The Nature of Consciousness
Piero Scaruffi(Copyright © 2013 Piero Scaruffi | Legal restrictions )
These are excerpts and elaborations from my book "The Nature of Consciousness"
What are brains for? Why a rock or a plant can be what it is without a brain, while an animal cannot exist without a brain? What is the unique feature that a brain enables?

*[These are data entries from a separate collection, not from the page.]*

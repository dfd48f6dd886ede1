import { DomainError } from '../errors.ts';
import type { Minimisation } from '../protocol/protocol.ts';
import { type Draw, uniformBelow } from './keyed-draw.ts';

/** Issued slots by sequence among those who share one thing with the arrival, and its weight. */
export interface WeightedMargin {
  readonly counts: ArrayLike<number>;
  /** Whole number from 0; with whole weights equal imbalances compare as equal. */
  readonly weight: number;
}

/** Values of one four-byte draw. */
const WORDS = 2 ** 32;

/**
 * How much imbalance each sequence would leave, if the next slot carried it: smaller is better.
 *
 * Pocock and Simon put the slot on each sequence in turn, measure how unequal the counts of every
 * margin of the arrival then are, and add these up by weight.
 * - `range`: the measure is the largest count less the smallest. What is returned is their sum.
 * - `variance`: the measure is the variance of the counts over the sequences. One slot more of
 *   sequence k raises a margin's sum of squares by 2·x_k + 1, with x_k its count, and leaves
 *   everything else that the variance is made of the same for all k. Sequences therefore rank as
 *   the weighted sums of their counts, which are returned: exact whole numbers.
 *
 * Source: Pocock & Simon 1975, Biometrics 31:103–115, who propose range and variance among other
 * measures.
 *
 * @returns by sequence index; O(sequences · margins)
 * @throws {DomainError} when a margin has not as many counts as there are sequences
 */
export function imbalances(
  margins: readonly WeightedMargin[],
  measure: Minimisation['imbalance'],
  sequenceCount: number,
): number[] {
  const sums = new Array<number>(sequenceCount).fill(0);
  for (const { counts, weight } of margins) {
    if (counts.length !== sequenceCount) {
      throw new DomainError(`${counts.length} counts for ${sequenceCount} sequences`);
    }
    const measured = measure === 'range' ? rangesAfter(counts) : counts;
    for (let index = 0; index < sequenceCount; index += 1) {
      sums[index] = (sums[index] ?? 0) + weight * (measured[index] ?? 0);
    }
  }
  return sums;
}

/** Largest less smallest count, after one slot more of each sequence in turn. */
function rangesAfter(counts: ArrayLike<number>): number[] {
  const list = Array.from(counts);
  const [least = 0, second = Number.POSITIVE_INFINITY] = list.toSorted((a, b) => a - b);
  const most = Math.max(...list);
  return list.map((count) => {
    const smallest = count === least ? Math.min(count + 1, second) : least;
    return Math.max(most, count + 1) - smallest;
  });
}

/** The sequences that leave the least imbalance, in their order; at least one. */
export function leastImbalanced(imbalance: readonly number[]): number[] {
  const least = Math.min(...imbalance);
  return Array.from(imbalance.keys()).filter((index) => imbalance[index] === least);
}

/**
 * The policy *minimisation*: which sequence the next slot carries. The best sequence is the one
 * that leaves the least imbalance, a tie being broken by lot. It is taken with `bestProbability`;
 * otherwise one of the others is, each equally likely.
 *
 * What holds:
 * - While the probability p is below 1, no slot is certain, whoever knows whatever: each of the n
 *   sequences has probability at least (1 − p)/(n − 1).
 * - With p = 1 and one weight above 0, the counts of every such margin (each site, or each level of
 *   the factor, or the study) never differ by more than 1: the least-issued sequence is taken.
 *
 * What does not hold: with p < 1 no bound on any difference of counts is certain, since every order
 * of sequences can come; and whatever p is, nothing is said about cells. Balance is sought in the
 * site, each factor and the study apart, so that all of these can be even while one site × stratum
 * is not. That is the price for keeping many factors even where most cells hold hardly anybody.
 * With p = 1 a slot is certain to whoever knows the margins, unless there is a tie.
 *
 * Source: Pocock & Simon 1975, Biometrics 31:103–115; their choice of probabilities is p for the
 * first-ranked and (1 − p)/(n − 1) for each other.
 *
 * @param input.margins of the arrival: its site, its level of each factor, the study
 * @param input.draw    the slot's generator, see `slotDraw`
 * @returns the sequence index, and how many draws were used
 * @throws {DomainError} when there are no sequences, and as `imbalances`
 */
export function minimisedSequence(input: {
  readonly sequenceCount: number;
  readonly margins: readonly WeightedMargin[];
  readonly policy: Pick<Minimisation, 'imbalance' | 'bestProbability'>;
  readonly draw: Draw;
}): { sequenceIndex: number; drawsUsed: number } {
  const { sequenceCount, margins, policy, draw } = input;
  if (sequenceCount === 0) throw new DomainError('There are no sequences to hand out');
  let drawsUsed = 0;
  const below = (range: number): number => {
    const before = drawsUsed;
    const drawn = uniformBelow(range, (drawNumber) => draw(before + drawNumber));
    drawsUsed += drawn.drawsUsed;
    return drawn.value;
  };
  const candidates = leastImbalanced(imbalances(margins, policy.imbalance, sequenceCount));
  const best = candidates[below(candidates.length)] ?? 0;
  const { bestProbability } = policy;
  if (sequenceCount === 1 || bestProbability === 1 || below(WORDS) < bestProbability * WORDS) {
    return { sequenceIndex: best, drawsUsed };
  }
  const other = below(sequenceCount - 1);
  return { sequenceIndex: other < best ? other : other + 1, drawsUsed };
}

One property of living beings is striking. Plants, which do not move, do not have brains. They too grow and they too need to coordinate their growth, but they don't seem to need a brain to do so. Mammals and birds appear to have the most sophisticated ability to move. Mammals and birds also have the most sophisticated brains. The brains of snakes, frogs and fish appear to be simpler, and it turns out that these creatures do not move in as creative a way as mammals and birds. Invertebrates have even simpler brains and their movements are even more basic. Birds and mammals can move very long distances, over huge territories, dealing with a broad spectrum of ecological changes, even crossing oceans and continents, and they can move in a virtually endless variety of ways. Other animals seem to be more limited both in distance and in the degrees of freedom of their movements.
Another property of living beings stands out.
The biggest brain (about 10 kg) belongs to the sperm whale. The record for brain size compared with body mass belongs to the squirrel monkey (5% of the body weight, versus 2% for humans). Some birds too have a higher "brain percentage" than ours (the sparrow is a close second to the squirrel monkey). Two rules seem to tell something about the reasons for larger brains: 1. Bodies of warm-blooded animals consume ten times more energy so brains can be ten times bigger. 2. Species that live in large social groups have the largest brains (the squirrel monkey lives in bands of hundreds of individuals).
That said, let us not forget that the longest living beings on this planet have no brain: trees and bacteria.